# Where to find good plumbing



## colio (Dec 8, 2012)

Hi all,

I am plumbing my tank up, and got an eshoppes PF-800 overflow (I know drilled is better, but is not an option). I am having the hell of a time finding plumbing connectors for it! It has a 1 inch bulkhead, with a threaded bulkhead. I thought this means I need a 1 inch f email PVC coupling to make the connection, but maybe a 1 inch pipe will slide inside the bulkhead? Can't find 1" PVC anywhere so far. Rona and Home Depot have 3/4" PVC or 1-1/4" black PVC, CT has even less, and even the plumbing supply stores I have tried (Miaia and Elete, downtown) can't seem to help me. 

Any ideas on where I should check? Where do you guys get your connectors and plumbing? I gather 1" is the most common size used for sump setups (maybe I am wrong?). I don't drive, so it has to be reasonably close to downtown. 

Thanks a lot!


----------



## 50seven (Feb 14, 2010)

Lowes has all the PVC fittings you'll need except bulkheads. Get them from MOPS

Sent from my Galaxy Nexus using Tapatalk 2


----------



## teemee (Aug 29, 2009)

+1 for MOPS.ca


----------



## badmedicine (Oct 27, 2012)

The guys at MOPS.CA are A#1 on my list for hardware.
Also Big Als stores will have some stuff, but it costs more- good for parts NOW.


----------



## J_T (Mar 25, 2011)

Mops is great! I have more than once sent a sketch of what I needed, and got a parts list back. Once, they just put everything in my cart  less than 4 days from emailing them, to having parts in my hands.


Sent from my HTC 8 using Tapatalk


----------



## explor3r (Mar 14, 2010)

I would just go to Lowes


----------



## tom g (Jul 8, 2009)

*plumbing parts*

I went to lowes and found most of my stuff there .
NAFB and big als for some of the specialized stuff bulkheads and loc line ..
also was in a plumbing hvac supply store called noble trade and after I looked around they didn't have much but after asking someone I found out they had tonnes in a back room .
cheers and good luck


----------



## 50seven (Feb 14, 2010)

Good luck at Noble Trade / Don Park. While they might have a lot of stuff if you know what to ask for, I find that 75% of the guys who work there can be jerks if you're not a bigshot contractor. Once you come in a few times and spend some $ they warm up to you 

Sent from my Galaxy Nexus using Tapatalk 2


----------



## colio (Dec 8, 2012)

I actually lucked out and found some 1 inch schedule 40 PVC at Rona for not to bad a price ($15 for 10 feet). They had fittings, but they were mostly hidden in boxes at the top of the shelf, so I had to wait a bit for someone to come get them down for me. I am not 100% sure I got everything I need, but I hope so. With any luck I can finish the damned plumbing tonight. 

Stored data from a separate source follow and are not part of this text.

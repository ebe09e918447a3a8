"""Lab data files: what is read, and how each kind of bad file is reported."""

from __future__ import annotations

from pathlib import Path

import numpy as np
import pytest

from sensor.errors import DataFileError
from sensor.shell.labdata import read_cloud_points_csv, read_solubility_csv
from sensor.units import concentration_unit

G100 = concentration_unit("g/100g")


def _write(tmp_path: Path, text: str) -> Path:
    path = tmp_path / "data.csv"
    path.write_text(text, encoding="utf-8")
    return path


def test_reads_with_comments_blank_lines_bom_and_extra_columns(tmp_path):
    path = tmp_path / "data.csv"
    path.write_bytes(
        "\ufeff# a comment\n\ntemp_c, conc ,who\n10,5.0,A\n"
        "# mid comment\n20,6.5,B\n20,6.5,C\n".encode()
    )
    data = read_solubility_csv(path, G100)
    np.testing.assert_allclose(data.temp_k, [283.15, 293.15, 293.15])
    np.testing.assert_allclose(data.conc, [0.05, 0.065, 0.065])
    assert data.source.lines == (4, 6, 7)


@pytest.mark.parametrize(
    ("text", "message"),
    [
        ("temp_c,concentration\n10,5\n", r"data\.csv, line 1: no column 'conc'"),
        ("temp_c,conc\n10,5\n20,abc\n", r"data\.csv, line 3: column 'conc': 'abc' is not a number"),
        ("temp_c,conc\n10,5\n20,nan\n", r"data\.csv, line 3: column 'conc': 'nan' is not finite"),
        ("temp_c,conc\n10,\n", r"data\.csv, line 2: column 'conc' is empty"),
        (
            "temp_c,conc\n10,5\n# c\n10,6\n",
            r"data\.csv, line 4: temp_c 10 is already on line 2 with conc 5 \(here 6\)",
        ),
        (
            "temp_c,conc\n10,-5\n",
            r"data\.csv, line 2: column 'conc': a concentration in g/100g cannot be negative",
        ),
        ("temp_c,conc\n10,0\n", r"data\.csv, line 2: conc must be positive"),
        ("temp_c,conc\n", r"data\.csv: holds a header but no data rows"),
        ("# nothing\n", r"data\.csv: holds no header and no data"),
    ],
)
def test_bad_solubility_files(tmp_path, text, message):
    with pytest.raises(DataFileError, match=message):
        read_solubility_csv(_write(tmp_path, text), G100)


def test_mass_fraction_of_one_is_refused_with_line(tmp_path):
    path = _write(tmp_path, "temp_c,conc\n10,0.2\n20,1.0\n")
    with pytest.raises(
        DataFileError, match=r"line 3: column 'conc': a mass fraction must be below 1"
    ):
        read_solubility_csv(path, concentration_unit("mass-fraction"))


def test_cloud_points(tmp_path):
    path = _write(tmp_path, "conc,rate_k_per_min,cloud_temp_c\n10,0.5,40\n10,0,38\n")
    with pytest.raises(DataFileError, match=r"line 3: rate_k_per_min must be positive"):
        read_cloud_points_csv(path, G100)
    path.write_text("conc,rate_k_per_min,cloud_temp_c\n10,0.5,40\n", encoding="utf-8")
    data = read_cloud_points_csv(path, G100)
    np.testing.assert_allclose(data.rate_k_per_s, [0.5 / 60])
    np.testing.assert_allclose(data.cloud_temp_k, [313.15])


def test_missing_file(tmp_path):
    with pytest.raises(DataFileError, match=r"nope\.csv: cannot be read"):
        read_solubility_csv(tmp_path / "nope.csv", G100)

It won't be as intricate as I would like, or as most of you do. I got a couple of threaded couplings so I can hopefully do some dissembley without sawing anything, if I need to move stuff. Most of it will be glued I think though, and I need to make a gurgle-buster. 

Thanks for the suggestions all. It is nice to know the MOPS exists if I need some more specific things. I may get a few specialized parts from them, as needed, like for my inline diffuser (haven't found airline check valves anywhere yet).


----------



## duckhams (Oct 13, 2009)

Lowes or glass holes.


----------



## dragon1974 (Aug 27, 2012)

Found a couple good stores in our area Stouffville/Markham/Scarborough.

Hill supplies: http://www.hillsupplies.com/

and

Amre Supplies: http://www.amresupply.com/locations/scarborough

Just went to Hill Supplies and the guys there hooked me up. Just showed them what I have and what I wanted to do and the old man went in the back and came back with a bag with everything I needed. Did a dry fit and everything was exactly what I wanted.

If anyone is looking in our area I would take a look a them.


----------



## Nighttrooper (Apr 19, 2011)

http://www.gtaaquaria.com/forum/showthread.php?t=49046


----------



## RR37 (Nov 6, 2012)

Begin and end at Fabco. They have everything you'll ever need and have fair prices. Just know what you want before going in.


----------